- Exercise:
A verbatim copy of the whole listing is what is needed.

- Provided data:
========

/// Item 4: every file the tool writes goes through one writer that neither follows a planted
/// link nor lands on a device, FIFO or folder.
mod safe_writes {
    use super::*;

    #[test]
    fn train_out_ignores_a_symlink_planted_at_the_old_temporary_name() {
        let dir = tempfile::tempdir().expect("temp dir");
        let svm = tiny_svmlight(dir.path());
        let victim = dir.path().join("victim");
        std::fs::write(&victim, b"precious").expect("victim");
        let out_path = dir.path().join("model.tamis");
        std::os::unix::fs::symlink(&victim, dir.path().join("model.tamis.tmp")).expect("link");
        let out = run(&train_args(&svm, &out_path));
        assert!(out.status.success(), "{}", stderr(&out));
        assert_untouched(&victim);
        assert!(tamis::model::file::load_model(&out_path).is_ok());
        // No temporary file is left beside the model.
        let names: Vec<String> = std::fs::read_dir(dir.path())
            .expect("list")
            .map(|e| e.expect("entry").file_name().to_string_lossy().into_owned())
            .collect();
        assert!(
            !names
                .iter()
                .any(|n| n.ends_with(".tmp") && n != "model.tamis.tmp"),
            "{names:?}"
        );
    }

    #[test]
    fn train_out_refuses_a_symlink_fifo_or_folder_at_the_target() {
        let dir = tempfile::tempdir().expect("temp dir");
        let svm = tiny_svmlight(dir.path());
        let victim = dir.path().join("victim");
        std::fs::write(&victim, b"precious").expect("victim");
        let link = dir.path().join("link.tamis");
        std::os::unix::fs::symlink(&victim, &link).expect("link");
        let fifo = dir.path().join("fifo.tamis");
        mkfifo(&fifo);
        let folder = dir.path().join("folder.tamis");
        std::fs::create_dir(&folder).expect("folder");
        for (target, kind) in [
            (&link, "symbolic link"),
            (&fifo, "FIFO"),
            (&folder, "folder"),
        ] {
            let out = run(&train_args(&svm, target));
            let err = stderr(&out);
            assert_eq!(out.status.code(), Some(2), "{err}");
            assert!(err.contains(s(target)) && err.contains(kind), "{err}");
        }
        assert!(is_symlink(&link) && is_fifo(&fifo) && folder.is_dir());
        assert_untouched(&victim);
    }

    #[test]
    fn features_and_tune_refuse_a_fifo_target() {
        let kit = kit();
        let dir = tempfile::tempdir().expect("temp dir");
        let fifo = dir.path().join("out");
        mkfifo(&fifo);
        let features = run(&[
            "features",
            "--labels",
            s(&kit.labels),
            "--hash-bits",
            "10",
            "--out",
            s(&fifo),
        ]);
        let tune = run(&[
            "tune",
            "--model",
            s(&kit.model),
            "--labels",
            s(&kit.labels),
            "--out",
            s(&fifo),
        ]);
        for out in [features, tune] {
            let err = stderr(&out);
            assert_eq!(out.status.code(), Some(2), "{err}");
            assert!(err.contains(s(&fifo)) && err.contains("FIFO"), "{err}");
        }
        assert!(is_fifo(&fifo));
    }

    #[test]
    fn reports_plots_and_corpus_files_do_not_follow_planted_links() {
        let kit = kit();
        let dir = tempfile::tempdir().expect("temp dir");
        let victim = dir.path().join("victim");
        std::fs::write(&victim, b"precious").expect("victim");
        // eval --plot DIR with DIR/roc.svg planted.
        let plots = dir.path().join("plots");
        std::fs::create_dir(&plots).expect("plots");
        std::os::unix::fs::symlink(&victim, plots.join("roc.svg")).expect("link");
        let out = run(&[
            "eval",
            "--model",
            s(&kit.model),
            "--labels",
            s(&kit.labels),
            "--plot",
            s(&plots),
        ]);
        assert_ne!(out.status.code(), Some(0));
        assert!(stderr(&out).contains("roc.svg"), "{}", stderr(&out));
        // train --report DIR with DIR/report.json planted.
        let report = dir.path().join("report");
        std::fs::create_dir(&report).expect("report");
        std::os::unix::fs::symlink(&victim, report.join("report.json")).expect("link");
        let svm = tiny_svmlight(dir.path());
        let model = dir.path().join("m.tamis");
        let mut args = train_args(&svm, &model);
        args.extend(["--report", s(&report)]);
        let out = run(&args);
        assert_ne!(out.status.code(), Some(0));
        assert!(stderr(&out).contains("report.json"), "{}", stderr(&out));
        // corpus --out DIR with DIR/labels.tsv planted.
        let corpus = dir.path().join("corpus");
        std::fs::create_dir(&corpus).expect("corpus");
        std::os::unix::fs::symlink(&victim, corpus.join("labels.tsv")).expect("link");
        let out = run(&["corpus", "--out", s(&corpus), "--count", "5"]);
        assert_ne!(out.status.code(), Some(0));
        assert!(stderr(&out).contains("labels.tsv"), "{}", stderr(&out));
        assert_untouched(&victim);
    }
}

========

- Response:
/// Item 4: every file the tool writes goes through one writer that neither follows a planted
/// link nor lands on a device, FIFO or folder.
mod safe_writes {
    use super::*;

    #[test]
    fn train_out_ignores_a_symlink_planted_at_the_old_temporary_name() {
        let dir = tempfile::tempdir().expect("temp dir");
        let svm = tiny_svmlight(dir.path());
        let victim = dir.path().join("victim");
        std::fs::write(&victim, b"precious").expect("victim");
        let out_path = dir.path().join("model.tamis");
        std::os::unix::fs::symlink(&victim, dir.path().join("model.tamis.tmp")).expect("link");
        let out = run(&train_args(&svm, &out_path));
        assert!(out.status.success(), "{}", stderr(&out));
        assert_untouched(&victim);
        assert!(tamis::model::file::load_model(&out_path).is_ok());
        // No temporary file is left beside the model.
        let names: Vec<String> = std::fs::read_dir(dir.path())
            .expect("list")
            .map(|e| e.expect("entry").file_name().to_string_lossy().into_owned())
            .collect();
        assert!(
            !names
                .iter()
                .any(|n| n.ends_with(".tmp") && n != "model.tamis.tmp"),
            "{names:?}"
        );
    }

    #[test]
    fn train_out_refuses_a_symlink_fifo_or_folder_at_the_target() {
        let dir = tempfile::tempdir().expect("temp dir");
        let svm = tiny_svmlight(dir.path());
        let victim = dir.path().join("victim");
        std::fs::write(&victim, b"precious").expect("victim");
        let link = dir.path().join("link.tamis");
        std::os::unix::fs::symlink(&victim, &link).expect("link");
        let fifo = dir.path().join("fifo.tamis");
        mkfifo(&fifo);
        let folder = dir.path().join("folder.tamis");
        std::fs::create_dir(&folder).expect("folder");
        for (target, kind) in [
            (&link, "symbolic link"),
            (&fifo, "FIFO"),
            (&folder, "folder"),
        ] {
            let out = run(&train_args(&svm, target));
            let err = stderr(&out);
            assert_eq!(out.status.code(), Some(2), "{err}");
            assert!(err.contains(s(target)) && err.contains(kind), "{err}");
        }
        assert!(is_symlink(&link) && is_fifo(&fifo) && folder.is_dir());
        assert_untouched(&victim);
    }

    #[test]
    fn features_and_tune_refuse_a_fifo_target() {
        let kit = kit();
        let dir = tempfile::tempdir().expect("temp dir");
        let fifo = dir.path().join("out");
        mkfifo(&fifo);
        let features = run(&[
            "features",
            "--labels",
            s(&kit.labels),
            "--hash-bits",
            "10",
            "--out",
            s(&fifo),
        ]);
        let tune = run(&[
            "tune",
            "--model",
            s(&kit.model),
            "--labels",
            s(&kit.labels),
            "--out",
            s(&fifo),
        ]);
        for out in [features, tune] {
            let err = stderr(&out);
            assert_eq!(out.status.code(), Some(2), "{err}");
            assert!(err.contains(s(&fifo)) && err.contains("FIFO"), "{err}");
        }
        assert!(is_fifo(&fifo));
    }

    #[test]
    fn reports_plots_and_corpus_files_do_not_follow_planted_links() {
        let kit = kit();
        let dir = tempfile::tempdir().expect("temp dir");
        let victim = dir.path().join("victim");
        std::fs::write(&victim, b"precious").expect("victim");
        // eval --plot DIR with DIR/roc.svg planted.
        let plots = dir.path().join("plots");
        std::fs::create_dir(&plots).expect("plots");
        std::os::unix::fs::symlink(&victim, plots.join("roc.svg")).expect("link");
        let out = run(&[
            "eval",
            "--model",
            s(&kit.model),
            "--labels",
            s(&kit.labels),
            "--plot",
            s(&plots),
        ]);
        assert_ne!(out.status.code(), Some(0));
        assert!(stderr(&out).contains("roc.svg"), "{}", stderr(&out));
        // train --report DIR with DIR/report.json planted.
        let report = dir.path().join("report");
        std::fs::create_dir(&report).expect("report");
        std::os::unix::fs::symlink(&victim, report.join("report.json")).expect("link");
        let svm = tiny_svmlight(dir.path());
        let model = dir.path().join("m.tamis");
        let mut args = train_args(&svm, &model);
        args.extend(["--report", s(&report)]);
        let out = run(&args);
        assert_ne!(out.status.code(), Some(0));
        assert!(stderr(&out).contains("report.json"), "{}", stderr(&out));
        // corpus --out DIR with DIR/labels.tsv planted.
        let corpus = dir.path().join("corpus");
        std::fs::create_dir(&corpus).expect("corpus");
        std::os::unix::fs::symlink(&victim, corpus.join("labels.tsv")).expect("link");
        let out = run(&["corpus", "--out", s(&corpus), "--count", "5"]);
        assert_ne!(out.status.code(), Some(0));
        assert!(stderr(&out).contains("labels.tsv"), "{}", stderr(&out));
        assert_untouched(&victim);
    }
}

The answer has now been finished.